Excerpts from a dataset
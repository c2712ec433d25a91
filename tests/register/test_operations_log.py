"""The operations log: bypasses (asked for, authorised by another lead, closed), demands and
spurious trips with what each device did, the observed demand and trip rates, and the
findings of failures found until a signed passing retest closes them. Pages, services, the
API and the evidence pack, on the real database; the world is built once for the module."""

from __future__ import annotations

import csv
import datetime as dt
import io
import json
import math
from types import SimpleNamespace

import pytest
from django.core.exceptions import PermissionDenied, ValidationError
from django.db import IntegrityError, transaction
from django.test import Client
from django.utils import timezone
from rest_framework.test import APIClient

from calcs import adapter
from register import choices, services
from register.audit import chain as audit
from register.audit import evidence
from register.days import start_of_day
from register.models import (
    Bypass,
    ChainEntry,
    Component,
    Demand,
    EvidencePack,
    Finding,
    SafetyFunction,
    TestPlan,
)
from register.operations import services as findings
from register.operations.rates import observed_rates
from tests import factories as f
from tests.register.test_evidence_pack import _pdf_text, _unzip

pytestmark = pytest.mark.django_db

Auth = choices.BypassAuthorisation
HOURS_PER_YEAR = 8760.0  # 1 year = 8760 h, the project's convention (DEVELOPERS.md)


@pytest.fixture(scope="module")
def world(django_db_setup, django_db_blocker):
    """Two sites; at north a lead (first lead, so the default finding owner), a second
    lead, a technician, a verifier and an auditor; the outsider leads south."""
    with django_db_blocker.unblock(), transaction.atomic():
        north, south = f.site("north"), f.site("south")
        unit = f.unit(north, "U1")
        today = timezone.localdate()
        started = today - dt.timedelta(days=3 * 365)
        w = SimpleNamespace(
            north=north, south=south, unit=unit, today=today, started=started,
            lead=f.user("lead", site=north, role=choices.Role.LEAD),
            lead2=f.user("lead2", site=north, role=choices.Role.LEAD),
            tech=f.user("tech", site=north, role=choices.Role.TECHNICIAN),
            verifier=f.user("verifier", site=north, role=choices.Role.VERIFIER),
            auditor=f.user("auditor", site=north, role=choices.Role.AUDITOR),
            outsider=f.user("outsider", site=south, role=choices.Role.LEAD))
        w.sif = f.sif(unit, tag="U1-SIF-101", in_service=started)
        w.owned = f.sif(unit, tag="U1-SIF-102", in_service=started, owner=w.lead2)
        w.far = f.sif(f.unit(south, "S1"), tag="S1-SIF-900", in_service=started)
        w.lt, w.xv = _devices(w.sif)
        yield w
        transaction.set_rollback(True)


def _devices(sif):
    comps = list(Component.objects.filter(subsystem__sif=sif).order_by("subsystem__position"))
    return comps[0], comps[-1]


def _client(user) -> Client:
    c = Client()
    c.force_login(user)
    return c


def _ago(**kw) -> dt.datetime:
    return timezone.now() - dt.timedelta(**kw)


def _local(moment: dt.datetime) -> str:
    return timezone.localtime(moment).strftime("%Y-%m-%dT%H:%M")


def _bypass(w, user=None, sif=None, **kw):
    values = {"started_at": _ago(hours=2), "authorised_hours": 8.0,
              "reason": "Transmitter swap", "compensating_measures": "Operator at gauge"}
    values.update(kw)
    return services.open_bypass(user=user or w.tech, sif=sif or w.sif, **values)


def _record(w, kind, when, *, fail=None, sif=None, user=None):
    """Sign a record of every device of the SIF; ``fail``: the device found failed DU."""
    sif = sif or w.sif
    user = user or w.tech
    results = [services.ResultInput(
        component=c, as_found="fail" if c == fail else "pass", as_left="pass",
        failure_mode="du" if c == fail else "",
        failure_description="Valve stuck open as found" if c == fail else "",
        work_done="Solenoid replaced, valve re-stroked" if c == fail else "")
        for c in Component.objects.filter(subsystem__sif=sif)]
    rec = services.save_draft(user=user, sif=sif, kind=kind, performed_at=when,
                              results=results)
    return services.sign_record(rec, user, f.PASSWORD)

■ WHAT IS EXPECTED
Which lines above contain the word "verifier"? Copy all of them.

■ TASK RESULT
    lead, a technician, a verifier and an auditor; the outsider leads south."""
            verifier=f.user("verifier", site=north, role=choices.Role.VERIFIER),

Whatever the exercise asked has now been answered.